Yes. In multi-agent systems, each agent's tools include the other agents, so the Agents Evolve and APIs Don't principle becomes even more critical—every agent's interface must be self-documenting. Error-as-input handling matters more because failures cascade across agents. The Hand Over Control principle applies at the orchestration level: define the overall goal and let agents coordinate, rather than scripting exact interaction sequences between them.
How do I apply the Schmid framework when my agent uses RAG?
RAG (Retrieval-Augmented Generation) is essentially a tool the agent uses. Apply the agent-ready tool principle: ensure the retrieval function's schema clearly describes what it searches, what it returns, how results are ranked, and what happens when no results are found. Apply errors-as-inputs: if retrieval fails or returns empty, feed that to the model as context rather than crashing. Apply evals: measure whether the agent's final answers are correct with the retrieved context, not whether specific documents were retrieved.
What does the observe-adjust loop look like in practice for agent development?

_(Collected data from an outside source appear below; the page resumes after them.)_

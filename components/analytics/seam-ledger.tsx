import { Fragment } from "react";
import { LineRow } from "@/components/analytics/line-row";
import { OpenedRows } from "@/components/analytics/opened-rows";
import { LineOpener } from "@/components/analytics/opener";
import { SeamAxis } from "@/components/seam/axis";
import { Columns } from "@/components/shell/columns";
import { Head, Ledger, NumberHead } from "@/components/ui/table";
import { type SeamFilter, seamAddress } from "@/lib/analytics/filter";
import type { OperationLine } from "@/lib/analytics/lines";
import type { Opened } from "@/lib/analytics/opened";
import { seamScale } from "@/lib/seam/scale";

const WIDTHS = {
  code: 4.5,
  name: 16,
  pieces: 5,
  standard: 5,
  earned: 5.5,
  gauge: 28,
  actual: 5.5,
  word: 10,
  efficiency: 7,
  trend: 9.5,
  open: 4,
};

interface LedgerProps {
  lines: readonly OperationLine[];
  filter: SeamFilter;
  /** What is behind the operation that is open, if any. */
  opened: Opened | null;
  timeZone: string;
}

/** Operations in route order on one scale; one opens by model, option, week or ticket. */
export function SeamLedger({ lines, filter, opened, timeZone }: LedgerProps) {
  const scaleSeconds = seamScale(lines.flatMap(({ pair }) => pair ?? []));
  return (
    <Ledger caption="Standard and actual by operation" tight className="mirror-ledger">
      <Columns widths={WIDTHS} />
      <thead>
        <tr>
          <Head>Op</Head>
          <Head>Operation, in route order</Head>
          <NumberHead>Pieces</NumberHead>
          <NumberHead>Std min</NumberHead>
          <NumberHead>Earned</NumberHead>
          <th scope="col">
            <span className="sr-only">Earned and actual</span>
            <SeamAxis scaleSeconds={scaleSeconds} unitShown />
          </th>
          <NumberHead>Actual</NumberHead>
          <Head>Over or under</Head>
          <NumberHead>Efficiency</NumberHead>
          <Head>8 weeks</Head>
          <th scope="col">
            <span className="sr-only">Open</span>
          </th>
        </tr>
      </thead>
      <tbody>
        {lines.map((line) => {
          const isOpen = line.key === filter.open && opened !== null;
          return (
            <Fragment key={line.key}>
              <OperationRow {...{ line, filter, isOpen, scaleSeconds }} />
              {isOpen && opened && (
                <OpenedRows
                  {...{ opened, filter, scaleSeconds, timeZone }}
                  columns={Object.keys(WIDTHS).length}
                />
              )}
            </Fragment>
          );
        })}
      </tbody>
    </Ledger>
  );
}

function OperationRow(props: {
  line: OperationLine;
  filter: SeamFilter;
  isOpen: boolean;
  scaleSeconds: number;
}) {
  const { line, filter, isOpen, scaleSeconds } = props;
  const name = line.operation?.name ?? "An operation that nobody knows";
  const href = seamAddress("/analytics/seam", filter, {
    open: isOpen ? "" : line.key,
    ticket: "",
  });
  return (
    <LineRow
      {...{ line, isOpen, scaleSeconds }}
      code={line.key}
      name={<span className="font-[650]">{name}</span>}
      spoken={name}
      isTrended
      opener={<LineOpener href={href} isOpen={isOpen} label={`What is behind ${name}`} />}
    />
  );
}
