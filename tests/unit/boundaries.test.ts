import { ESLint } from 'eslint';
import { describe, expect, it } from 'vitest';

/** Each row breaks one line of the layout table in DEVELOPERS.md on purpose; lint must object. */
const BROKEN: [file: string, source: string][] = [
  ['app/page.tsx', "import { eq } from 'drizzle-orm'; export default eq;"],
  ['app/(signed-in)/cases/page.tsx', "import { database } from '@/db'; export default database;"],
  ['components/ui/Button.tsx', "import { openCase } from '@/lib/services/case/open'; export default openCase;"],
  ['components/ui/Button.tsx', "import { getContext } from '@/lib/auth/session'; export default getContext;"],
  ['db/queries/unit.ts', "import { openCase } from '@/lib/services/case/open'; export default openCase;"],
  ['lib/diagnose/rank.ts', "import { useState } from 'react'; export default useState;"],
  ['lib/diagnose/rank.ts', "import { Engine } from 'json-rules-engine'; export default Engine;"],
  ['lib/diagnose/rank.ts', "import { parseQuantity } from '@/lib/units'; export default parseQuantity;"],
  ['lib/diagnose/record-run.ts', "import { readFileSync } from 'node:fs'; export default readFileSync;"],
  ['lib/units/parse.ts', "import { rank } from '@/lib/diagnose'; export default rank;"],
  ['lib/air-and-oil/build-up.ts', "import { z } from 'zod'; export default z;"],
  ['lib/limits/judge.ts', "import { z } from 'zod'; export default z;"],
  ['lib/dossier/content.ts', "import { makeDossier } from '@/lib/services/dossier/make'; export default makeDossier;"],
  ['lib/dossier/content.ts', "import { readFileSync } from 'node:fs'; export default readFileSync;"],
  ['lib/pdf/index.tsx', "import { makeDossier } from '@/lib/services/dossier/make'; export default makeDossier;"],
  ['lib/stopwatch/index.ts', "import { useState } from 'react'; export default useState;"],
  ['lib/break-in/index.ts', "import { useState } from 'react'; export default useState;"],
  ['lib/fitting/index.ts', "import { termLabel } from '@/lib/schemas/terms'; export default termLabel;"],
  ['lib/watch/index.ts', "import { rank } from '@/lib/diagnose'; export default rank;"],
  ['lib/rulebook/back-test/prepare.ts', "import { runOfRecord } from '@/lib/diagnose/record-run'; export default runOfRecord;"],
  ['lib/rulebook/back-test/prepare.ts', "import { readFileSync } from 'node:fs'; export default readFileSync;"],
  ['lib/import/read-table.ts', "import { createReadStream } from 'node:fs'; export default createReadStream;"],
  ['lib/gate/next.ts', "import { rank } from '@/lib/diagnose'; export default rank;"],
  ['lib/schemas/case.ts', "import { unit } from '@/db/schema'; export default unit;"],
  ['lib/services/case/open.ts', "import { database } from '@/db'; export default database;"],
  ['lib/services/case/open.ts', "import { cookies } from 'next/headers'; export default cookies;"],
  ['worker/index.ts', "import { cookies } from 'next/headers'; export default cookies;"],
  ['tests/integration/x.test.ts', "import { database } from '@/db'; export default database;"],
];

const ALLOWED: [file: string, source: string][] = [
  ['components/ui/Button.tsx', "import type { Role } from '@/lib/auth/roles'; export type R = Role;"],
  ['lib/diagnose/record-run.ts', "import { Engine } from 'json-rules-engine'; export default Engine;"],
  ['lib/services/case/open.ts', "import { asTenant } from '@/db/connect'; export default asTenant;"],
];

describe('boundaries between folders', () => {
  const eslint = new ESLint();
  const objections = async (filePath: string, source: string) => {
    const [result] = await eslint.lintText(source, { filePath });
    return result?.messages.filter((message) => message.ruleId === '@typescript-eslint/no-restricted-imports') ?? [];
  };

  it.each(BROKEN)('%s may not say: %s', async (file, source) => {
    expect(await objections(file, source)).toHaveLength(1);
  }, 30_000);

  it.each(ALLOWED)('%s may say: %s', async (file, source) => {
    expect(await objections(file, source)).toEqual([]);
  }, 30_000);
});
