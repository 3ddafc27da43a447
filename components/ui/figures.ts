const FIGURE_AND_UNIT = /(?<=\d) (?=(?:psi|kPa|bar|in|mm|ft|m|mi|km|h|min|s|°?[FC]|fl oz|mL|L|rpm|mph|dB|%)(?![\p{L}\p{N}]))/gu;

/**
 * A text in which no line breaks between a figure and its unit.
 * @example keepFigures('Build-up, 85 to 100 psi')
 */
export const keepFigures = (text: string): string => text.replace(FIGURE_AND_UNIT, '\u00a0');
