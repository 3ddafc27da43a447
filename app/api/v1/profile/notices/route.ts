import { route } from '@/lib/auth/route';
import { noticeChoices } from '@/lib/openapi/answers/notice';
import { nothing } from '@/lib/openapi/answers/record';
import { readNoticeChoices, setNotices } from '@/lib/services/notice/choices';

export const GET = route(readNoticeChoices, { scope: 'profile:read', doc: { summary: 'Read how you are told', description: 'By mail, kind by kind; in the app every notice stands.', answers: noticeChoices } });

export const PUT = route(setNotices, {
  scope: 'profile:write',
  input: ({ body }) => body,
  shape: () => ({}),
  doc: { summary: 'Choose how you are told', description: 'By kind: at once, with the mail of the day, or in the app alone. Kinds left out are as usual.', answers: nothing },
});
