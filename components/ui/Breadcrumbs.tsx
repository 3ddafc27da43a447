import Link from 'next/link';

export interface Crumb {
  label: string;
  href: string;
}

/**
 * The way back up. The page itself is not in it: its heading follows at once.
 * @example <Breadcrumbs items={[{ label: 'Units', href: '/units' }]} />
 */
export function Breadcrumbs({ items }: { items: readonly Crumb[] }) {
  return (
    <nav aria-label="Where this page belongs">
      <ol className="flex flex-wrap gap-x-2">
        {items.map(({ href, label }) => (
          <li key={href} className="label flex items-center gap-2">
            <Link href={href} className="inline-flex min-h-8 items-center underline decoration-edge underline-offset-4 hover:decoration-ink">{label}</Link>
            <span aria-hidden="true" className="text-ink-soft">/</span>
          </li>
        ))}
      </ol>
    </nav>
  );
}
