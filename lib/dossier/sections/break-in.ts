import { curveOf, leaksOf, secondsUnderLoad, type BreakInFigures, type HotCheck, type Run } from '@/lib/break-in';
import type { DossierBlock } from '@/lib/schemas/dossier-content';
import { facts, heading, table, text } from '../blocks';
import { measured } from '../measured';
import { momentText } from '../moment';
import type { Writer } from '../writer';

export interface BreakInPart {
  run: Run;
  startedBy: string;
  outcome: string | null;
  whyStopped: string | null;
  figures: BreakInFigures;
  hotCheck: HotCheck | null;
}

const minutes = (seconds: number) => `${Math.floor(seconds / 60)} min ${Math.floor(seconds % 60)} s`;

/** Each break-in run: by which figures, how long under load, what was read, what was seen while it was hot. */
export function breakInSection(runs: readonly BreakInPart[], { units, timeZone, name }: Writer): DossierBlock[] {
  if (runs.length === 0) return text('No break-in run was made in this case.');
  const pressure = (pa: number) => measured(pa, 'pressure', units) ?? '';
  return runs.flatMap(({ run, startedBy, outcome, whyStopped, figures, hotCheck }) => [
    ...heading(`Run of ${momentText(new Date(run.startedAt), timeZone)}, ${name(startedBy)}`),
    ...facts(
      ['To hold', `${pressure(figures.pressure.aim)}, between ${pressure(figures.pressure.low)} and ${pressure(figures.pressure.high)}, at ${figures.engineRpm} rpm`],
      ['For', `${Math.round(figures.duration.least / 60)} to ${Math.round(figures.duration.most / 60)} minutes`],
      ['From', figures.source],
      ['Under load', run.endedAt === null ? 'still running' : minutes(secondsUnderLoad(run, run.endedAt))],
      ['Outcome', outcome === 'done' ? 'Run in' : outcome === 'stopped' ? `Stopped: “${whyStopped ?? ''}”` : null],
      ['Hot check', hotCheck ? (leaksOf(hotCheck) ?? 'Dry') : 'Not looked'],
    ),
    ...table(
      [
        { title: 'Under load', share: 30, figure: true },
        { title: 'Pressure', share: 30, figure: true },
        { title: 'Within the band', share: 40 },
      ],
      curveOf(run, figures.pressure).map(({ second, pressurePa, inBand }) => ({ cells: [minutes(second), pressure(pressurePa), inBand ? 'yes' : 'no'], strong: !inBand })),
    ),
  ]);
}
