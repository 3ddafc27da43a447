import { dayText } from '@/lib/schemas/day-text';
import type { DossierBlock } from '@/lib/schemas/dossier-content';
import { termLabel } from '@/lib/schemas/terms';
import { facts, heading, text } from '../blocks';
import { measured } from '../measured';
import type { Writer } from '../writer';

export interface UnitPart {
  unit: {
    fleetNumber: string;
    vehicleKind: string;
    vocation: string | null;
    builtOn: string | null;
    engineFamily: string | null;
    reservoirM3: number | null;
    dryerCartridgeChangedOn: string | null;
  };
  siteName: string;
  odometerM: number | null;
  engineS: number | null;
  /** The compressor that was on it when the case was opened; null: not in the record. */
  model: {
    name: string;
    displacementM3: number | null;
    boreM: number | null;
    strokeM: number | null;
    cylinders: number | null;
    driveRatio: number | null;
    cooling: string | null;
    unloading: string | null;
    intakeType: string | null;
    drainOpening: string | null;
    oilFeedPlace: string | null;
    driveGear: string | null;
    portBoreM: number | null;
    lineSizeM: number | null;
  } | null;
}

/** @param part.unit.fleetNumber withheld where the maker wants it so */
export function unitSection({ unit, siteName, odometerM, engineS, model }: UnitPart, { units }: Writer, { withoutFleet }: { withoutFleet: boolean }): DossierBlock[] {
  return [
    ...facts(
      ['Fleet number', withoutFleet ? 'withheld' : unit.fleetNumber],
      ['Kind of vehicle', termLabel('vehicleKind', unit.vehicleKind)],
      ['Work it does', termLabel('vocation', unit.vocation)],
      ['Built', unit.builtOn && dayText(unit.builtOn)],
      ['Engine family', unit.engineFamily],
      ['Site', withoutFleet ? null : siteName],
      ['Odometer when the case was opened', measured(odometerM, 'distance', units)],
      ['Engine hours when the case was opened', measured(engineS, 'engineHours', units)],
      ['All reservoirs', measured(unit.reservoirM3, 'volume', units, 'in3')],
      ['Dryer cartridge last changed by itself', unit.dryerCartridgeChangedOn && dayText(unit.dryerCartridgeChangedOn)],
    ),
    ...heading('Compressor model'),
    ...(model ? modelFacts(model, units) : text('Which compressor was on the unit is not in the record.')),
  ];
}

const modelFacts = (model: NonNullable<UnitPart['model']>, units: Writer['units']): DossierBlock[] =>
  facts(
    ['Model', model.name],
    ['Displacement', measured(model.displacementM3, 'displacement', units)],
    ['Bore', measured(model.boreM, 'length', units, 'in')],
    ['Stroke', measured(model.strokeM, 'length', units, 'in')],
    ['Cylinders', model.cylinders?.toString()],
    ['Turns for one of the engine', measured(model.driveRatio, 'ratio', units, 'one')],
    ['Head is cooled by', termLabel('cooling', model.cooling)],
    ['Unloads by', termLabel('unloading', model.unloading)],
    ['Intake', termLabel('intakeType', model.intakeType)],
    ['Drain opening', termLabel('drainOpening', model.drainOpening)],
    ['Oil feed at', termLabel('oilFeedPlace', model.oilFeedPlace)],
    ['Drive gear', termLabel('driveGear', model.driveGear)],
    ['Discharge port', measured(model.portBoreM, 'length', units, 'in')],
    ['Discharge line as the model has it', measured(model.lineSizeM, 'length', units, 'in')],
  );
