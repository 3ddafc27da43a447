import type { DossierBlock } from '@/lib/schemas/dossier-content';
import { facts } from '../blocks';
import { momentText } from '../moment';
import type { Writer } from '../writer';

export interface ComplaintPart {
  /** Names of the coded complaints. */
  complaints: readonly string[];
  words: string | null;
  openedAt: Date;
  openedBy: string;
}

export const complaintSection = ({ complaints, words, openedAt, openedBy }: ComplaintPart, { name, timeZone }: Writer): DossierBlock[] =>
  facts(['Complaint', complaints.join('; ')], ['In the driver’s words, as taken down', words], ['Opened', `${momentText(openedAt, timeZone)}, ${name(openedBy)}`]);
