const LOCAL = ['127.0.0.1', 'localhost', '[::1]', ''];

/** Why a database is not to be filled with invented data; undefined when it may. */
export function whyNotSeed(url: string, environment: string | undefined): string | undefined {
  if (environment === 'production') return 'The demo is never put into a production database.';
  const { hostname, searchParams } = new URL(url);
  const hosts = [hostname, ...searchParams.getAll('host')].filter((host) => !host.startsWith('/'));
  const elsewhere = hosts.find((host) => !LOCAL.includes(host));
  return elsewhere === undefined ? undefined : `The demo is put only into a database on this machine, and this one is on ${elsewhere}.`;
}
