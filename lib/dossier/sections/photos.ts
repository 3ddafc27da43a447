import type { DossierBlock, DossierPhoto } from '@/lib/schemas/dossier-content';
import type { Stroke } from '@/lib/schemas/photo';
import { text } from '../blocks';
import { momentText } from '../moment';
import type { Writer } from '../writer';

export interface PhotoPart {
  id: string;
  description: string | null;
  /** The name of the check that it was taken for. */
  checkName: string | null;
  width: number | null;
  height: number | null;
  strokes: Stroke[];
  takenAt: Date;
  person: string;
  objectKey: string;
}

export function photosSection(photos: readonly PhotoPart[], { name, timeZone }: Writer): DossierBlock[] {
  if (photos.length === 0) return text('No photos.');
  const shown = photos.map(({ id, description, checkName, width, height, strokes, takenAt, person, objectKey }): DossierPhoto => ({
    id,
    caption: description ?? '',
    about: [checkName, momentText(takenAt, timeZone), name(person)].filter(Boolean).join(', '),
    width: width ?? 4,
    height: height ?? 3,
    strokes,
    objectKey,
  }));
  return [{ kind: 'photos', photos: shown }];
}
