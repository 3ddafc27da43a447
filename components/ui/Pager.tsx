import Link from 'next/link';
import { buttonClass } from './Button';

interface Props {
  /** From 1. */
  page: number;
  pageCount: number;
  hrefFor: (page: number) => string;
  /** What is paged, for the name of the navigation: "Pages of units". */
  label: string;
  /** How many rows in all, printed beside. */
  total?: number;
}

/**
 * Back and on through a long list, by links. Renders only the count when one page holds it all.
 * @example <Pager label="Pages of units" page={2} pageCount={5} total={118} hrefFor={(page) => hrefWith({ page })} />
 */
export function Pager({ page, pageCount, hrefFor, label, total }: Props) {
  const count = total === undefined ? null : <span className="text-ink-soft"><span className="figure">{total.toLocaleString('en-GB')}</span> in all</span>;
  if (pageCount <= 1) return count && <p>{count}</p>;
  return (
    <nav aria-label={label} className="flex flex-wrap items-center gap-x-5 gap-y-2">
      {page > 1 && <Link rel="prev" href={hrefFor(page - 1)} className={buttonClass({ variant: 'quiet' })}>Previous page</Link>}
      <span>
        Page <span className="figure">{page}</span> of <span className="figure">{pageCount}</span>
      </span>
      {page < pageCount && <Link rel="next" href={hrefFor(page + 1)} className={buttonClass({ variant: 'quiet' })}>Next page</Link>}
      {count}
    </nav>
  );
}
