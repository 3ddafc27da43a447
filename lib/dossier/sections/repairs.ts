import type { DossierBlock } from '@/lib/schemas/dossier-content';
import { STEP_MARK_WORDS, type StepMark } from '@/lib/schemas/repair';
import { heading, table, text } from '../blocks';
import { momentText } from '../moment';
import type { Writer } from '../writer';

export interface RepairPart {
  name: string;
  whyBefore: string | null;
  chosenAt: Date;
  chosenBy: string;
  endedAt: Date | null;
  endedBy: string | null;
  outcome: string | null;
  whyDropped: string | null;
  steps: readonly { text: string; mark: { mark: StepMark; value: string | null; note: string | null; by: string; at: Date } | null }[];
}

/** @param repairs in the order in which they were chosen */
export function repairsSection(repairs: readonly RepairPart[], writer: Writer): DossierBlock[] {
  if (repairs.length === 0) return text('No repair was chosen.');
  const { name, timeZone } = writer;
  return repairs.flatMap((repair) => [
    ...heading(repair.name),
    ...text(`Chosen ${momentText(repair.chosenAt, timeZone)}, ${name(repair.chosenBy)}.${repair.whyBefore ? ` It went before what the plan had first: “${repair.whyBefore}”` : ''}`),
    ...table(
      [
        { title: 'Step', share: 52 },
        { title: 'Said of it', share: 18 },
        { title: 'Value', share: 30, figure: true },
      ],
      repair.steps.map(({ text: step, mark }) => ({
        cells: [step, mark ? STEP_MARK_WORDS[mark.mark] : 'Nothing said', [mark?.value, mark?.note].filter(Boolean).join('; ')],
        note: mark && `${momentText(mark.at, timeZone)}, ${name(mark.by)}`,
        strong: mark?.mark === 'not-done',
      })),
    ),
    ...text(endText(repair, writer)),
  ]);
}

function endText({ endedAt, endedBy, outcome, whyDropped }: RepairPart, { name, timeZone }: Writer): string {
  if (!endedAt) return 'Not finished yet.';
  const when = `${momentText(endedAt, timeZone)}${endedBy ? `, ${name(endedBy)}` : ''}`;
  return outcome === 'dropped' ? `Dropped ${when}: “${whyDropped ?? ''}”` : `Finished ${when}.`;
}
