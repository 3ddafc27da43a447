import type { FieldErrorText } from './field';

/** What is wrong with a field, under it. Renders nothing without an error. */
export function FieldError({ id, error }: { id: string; error: FieldErrorText }) {
  const messages = Array.isArray(error) ? error : error ? [error] : [];
  if (messages.length === 0) return null;
  return (
    <p id={id} className="flex gap-2 font-bold text-danger">
      <span aria-hidden="true" className="figure grid size-6 shrink-0 place-items-center rounded-full border-2 border-danger text-sm leading-none">!</span>
      <span>{messages.join(' ')}</span>
    </p>
  );
}
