import { useId, type ReactNode } from 'react';
import { classes } from './classes';

export type NoticeKind = 'info' | 'caution' | 'danger' | 'saved';

interface Props {
  kind?: NoticeKind;
  /** A heading of its own; cautions and dangers always have one. */
  title?: ReactNode;
  children: ReactNode;
  /** Steps or buttons under the text. */
  actions?: ReactNode;
  className?: string;
}

const words: Record<NoticeKind, string | undefined> = { info: undefined, caution: 'Caution', danger: 'Danger', saved: 'Saved' };

/**
 * Something that must be read. `caution` (hatched tape) warns of a hazard before steps; `danger` (red) is
 * danger to people now, such as a vehicle that must not be released; `saved` is announced politely.
 * The kind is always in words, never only in colour.
 * @example <Notice kind="caution" title="Air under pressure">Drain all tanks before a fitting is opened.</Notice>
 */
export function Notice({ kind = 'info', title, children, actions, className }: Props) {
  const headingId = useId();
  const grave = kind === 'caution' || kind === 'danger';
  const word = words[kind];
  return (
    <section
      role={kind === 'saved' ? 'status' : grave ? 'group' : undefined}
      aria-labelledby={word || title ? headingId : undefined}
      className={classes(
        'keep relative max-w-prose py-3 pr-4 pl-9',
        kind === 'danger' ? 'border-2 border-danger bg-danger-ground' : 'border-y border-ink bg-sheet',
        className,
      )}
    >
      <span aria-hidden="true" className={classes('absolute inset-y-0 left-0 w-4 border-r', edge[kind])} />
      {(word || title) && (
        <h3 id={headingId} className={classes('text-lg', kind === 'danger' && 'text-danger')}>
          {word && title ? (
            <>
              <span className="label mr-2 align-baseline">{word}</span> {title}
            </>
          ) : (
            (title ?? word)
          )}
        </h3>
      )}
      <div className="mt-0.5">{children}</div>
      {actions && <div className="mt-3 flex flex-wrap gap-3">{actions}</div>}
    </section>
  );
}

const edge: Record<NoticeKind, string> = {
  info: 'border-ink bg-sunk',
  caution: 'border-ink hatch text-ink',
  danger: 'border-danger hatch text-danger',
  saved: 'border-ink bg-ink',
};
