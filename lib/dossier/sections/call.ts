import { PROOF_WORDS, SURENESS_WORDS } from '@/lib/schemas/call-words';
import type { DossierBlock } from '@/lib/schemas/dossier-content';
import { facts, text } from '../blocks';
import { momentText } from '../moment';
import type { Writer } from '../writer';

export interface CallPart {
  mainCause: string;
  contributingCauses: readonly string[];
  sureness: string;
  proof: string;
  whyNotLeading: string | null;
  unlistedCause: string | null;
  person: string;
  at: Date;
}

/** @param call the one that stands, with the names of its causes; null: none was made, or it was taken back */
export function callSection(call: CallPart | null, { name, timeZone }: Writer): DossierBlock[] {
  if (!call) return text('No cause has been called.');
  return facts(
    ['Cause', call.mainCause],
    ['In other words', call.unlistedCause],
    ['With it', call.contributingCauses.join('; ')],
    ['How sure', SURENESS_WORDS[call.sureness] ?? call.sureness],
    ['How far it is proved', PROOF_WORDS[call.proof] ?? call.proof],
    ['Why not the one that led', call.whyNotLeading],
    ['Called', `${momentText(call.at, timeZone)}, ${name(call.person)}`],
  );
}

Define your agent's instructions and tools. Run the agent against a set of test inputs. Observe the full trace—not just the final output, but every reasoning step and tool call. Identify where behavior diverges from expectations. Adjust prompts, tool descriptions, or system instructions. Run again and compare. This loop replaces the traditional write-test-deploy cycle. Schedule dedicated observation sessions; don't assume correctness after initial deployment. Track prompt and tool changes like code commits.
How do I convince my team to adopt evals instead of unit tests for agents?
Show them a concrete example: run the same agent input 10 times and demonstrate that it produces functionally correct but textually different outputs each time. Point out that traditional unit tests would fail on 9 of those runs despite all being correct. Then propose a reliability threshold—e.g., 8/10 must pass functional criteria—and show how evals measure real-world performance more accurately. Frame it as upgrading your testing strategy for non-deterministic systems, not abandoning rigor.
How often should I run the observe-adjust loop for my AI agent?
At minimum, run it after every significant change to prompts, tools, or system instructions. During initial development, expect to run it dozens of times per day. After deployment, schedule periodic observation sessions—weekly or after any model update—to catch drift. Treat prompt and tool changes with the same discipline as code changes: version them, review them, and validate them through evals before promoting to production.